The cost of the proposal has been put at $11 million annually, but that amount pales alongside the cost of doing nothing -- and suffering further losses to watershed quality. "Water users already pay for the loss of native forests – and those costs are high," the plan notes. Invasive plants such as strawberry guava (waiawi) don't hold as much water on the land as natives do, it goes on to say. "For example, in East Hawai`i, invasive plants have already reduced estimated groundwater recharge by 85 million gallons a day."
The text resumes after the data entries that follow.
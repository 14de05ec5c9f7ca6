//! `modes.json`: the whole result of `antinode modes` as one JSON document.

use super::summary::{BandSummary, ModeRow};
use crate::budget::Estimate;
use anyhow::{Context, Result};
use serde::Serialize;
use std::path::Path;

/// Figures of the solve (measured, except `memory_estimate`).
#[derive(Clone, Debug, Serialize)]
pub struct SolveFigures {
    pub nodes: usize,
    pub tets: usize,
    pub matrix_nnz: usize,
    pub factor_nnz: usize,
    pub mesh_s: f64,
    pub assembly_s: f64,
    pub factor_s: f64,
    pub eigen_s: f64,
    pub operator_applications: usize,
    pub restarts: usize,
    pub spurious_dropped: usize,
    /// The estimate made before assembly (see `budget.rs` for its basis).
    pub memory_estimate: Estimate,
}

/// The document written to `modes.json` (and printed by `--format json`).
#[derive(Clone, Debug, Serialize)]
pub struct ModesDoc {
    pub geometry: String,
    pub title: String,
    pub target_ghz: f64,
    /// Band used for the in-band flags and the summary, GHz.
    pub band_ghz: [f64; 2],
    pub order: u8,
    pub unknowns: usize,
    /// Scaling of the written fields.
    pub field_scaling: String,
    pub modes: Vec<ModeRow>,
    pub band_summary: BandSummary,
    pub solve: SolveFigures,
}

pub fn to_string(doc: &ModesDoc) -> Result<String> {
    serde_json::to_string_pretty(doc).context("encoding the results as JSON")
}

pub fn write(path: &Path, doc: &ModesDoc) -> Result<()> {
    let mut text = to_string(doc)?;
    text.push('\n');
    std::fs::write(path, text).with_context(|| format!("cannot write {}", path.display()))
}
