//! `modes.csv`: one line per mode. Per-port columns are suffixed with the port name,
//! per-load columns with the load name; infinite Q is written `inf`.

use super::summary::ModeRow;
use anyhow::{Context, Result};
use std::fmt::Write as _;
use std::path::Path;

fn num(v: f64) -> String {
    if v.is_finite() {
        format!("{v:.6e}")
    } else if v > 0.0 {
        "inf".into()
    } else {
        "nan".into()
    }
}

/// A name usable inside a CSV header (commas, quotes and spaces replaced).
fn col(name: &str) -> String {
    name.chars()
        .map(|c| if c.is_alphanumeric() { c } else { '_' })
        .collect()
}

pub fn write(path: &Path, rows: &[ModeRow], ports: &[String], loads: &[String]) -> Result<()> {
    let mut s = String::from(
        "index,frequency_ghz,frequency_imag_ghz,delta_mhz,residual,divergence,in_band,\
         q_eigen,q_loaded,q_unloaded,q_dielectric,q_walls,bandwidth_mhz,q_balance,q_check_relative",
    );
    for p in ports {
        let p = col(p);
        let _ = write!(
            s,
            ",q_ext_{p},coupling_{p},reflection_{p},load_power_fraction_{p}"
        );
    }
    for l in loads {
        let _ = write!(s, ",load_energy_fraction_{}", col(l));
    }
    s.push('\n');
    for r in rows {
        let _ = write!(
            s,
            "{},{:.9},{},{:.4},{:.3e},{:.3e},{},{},{},{},{},{},{},{},{}",
            r.index,
            r.frequency_ghz,
            num(r.frequency_imag_ghz),
            r.delta_mhz,
            r.residual,
            r.divergence,
            r.in_band,
            num(r.q_eigen),
            num(r.q_loaded),
            num(r.q_unloaded),
            num(r.q_dielectric),
            num(r.q_walls),
            num(r.bandwidth_mhz),
            num(r.q_balance),
            r.q_check_relative.map(num).unwrap_or_default()
        );
        for p in 0..ports.len() {
            let g = |v: &[f64]| v.get(p).copied().map(num).unwrap_or_default();
            let _ = write!(
                s,
                ",{},{},{},{}",
                g(&r.q_ports),
                g(&r.coupling),
                g(&r.reflection),
                g(&r.load_power_fraction)
            );
        }
        for l in loads {
            let v = r
                .load_energy_fraction
                .get(l)
                .copied()
                .map(num)
                .unwrap_or_default();
            let _ = write!(s, ",{v}");
        }
        s.push('\n');
    }
    std::fs::write(path, s).with_context(|| format!("cannot write {}", path.display()))
}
Click here for a link to the plan: "The Rain Follows the Forest"
The iconic Haleakala silversword, or hinahina, is in 'drastic decline,' report two scientists who have been regularly monitoring the plant. This year, 565 plants were in bloom, a "medium-flowering" year, write Forest Starr and Kim Starr. But in the 11 plots that have been monitored annually since 1982, the number of live silverswords declined by more than 5 percent, all without flowering.
"The total number of live silverswords in the plots has dropped by 80 percent since 1982, from 437 to 86," they write. "This steep decline has occurred since an all-time high of 488 silverswords in 1989, with 17 of the last 18 years showing decline."
In addition, no new seedlings were recorded in any of the plots this year, nor in the previous four years.
This year's census was conducted by the Starrs and Paul Kruschelnycky. To read the report, click here: Silversword Report.
(Photo: Forest and Kim Starr)

The highly anticipated Rainfall Atlas of Hawai`i is now available online. The atlas, assembled by University of Hawai`i geography professor Tom Giambelluca and colleagues, contains maps that show rainfall patterns in the major Hawaiian islands, based on records over three decades, from 1978 to 2007. Check it out at http://rainfall.geography.hawaii.edu
Want to know how patterns have shifted over time? Click on the "History"link at the top of the page. Want to know how much rain your community gets? Go to the "Interactive Map" link, where you can zoom in on any neighborhood in the state.
The atlas was a joint project of the state Commission on Water Resource Management and the U.S. Army Corps of Engineers.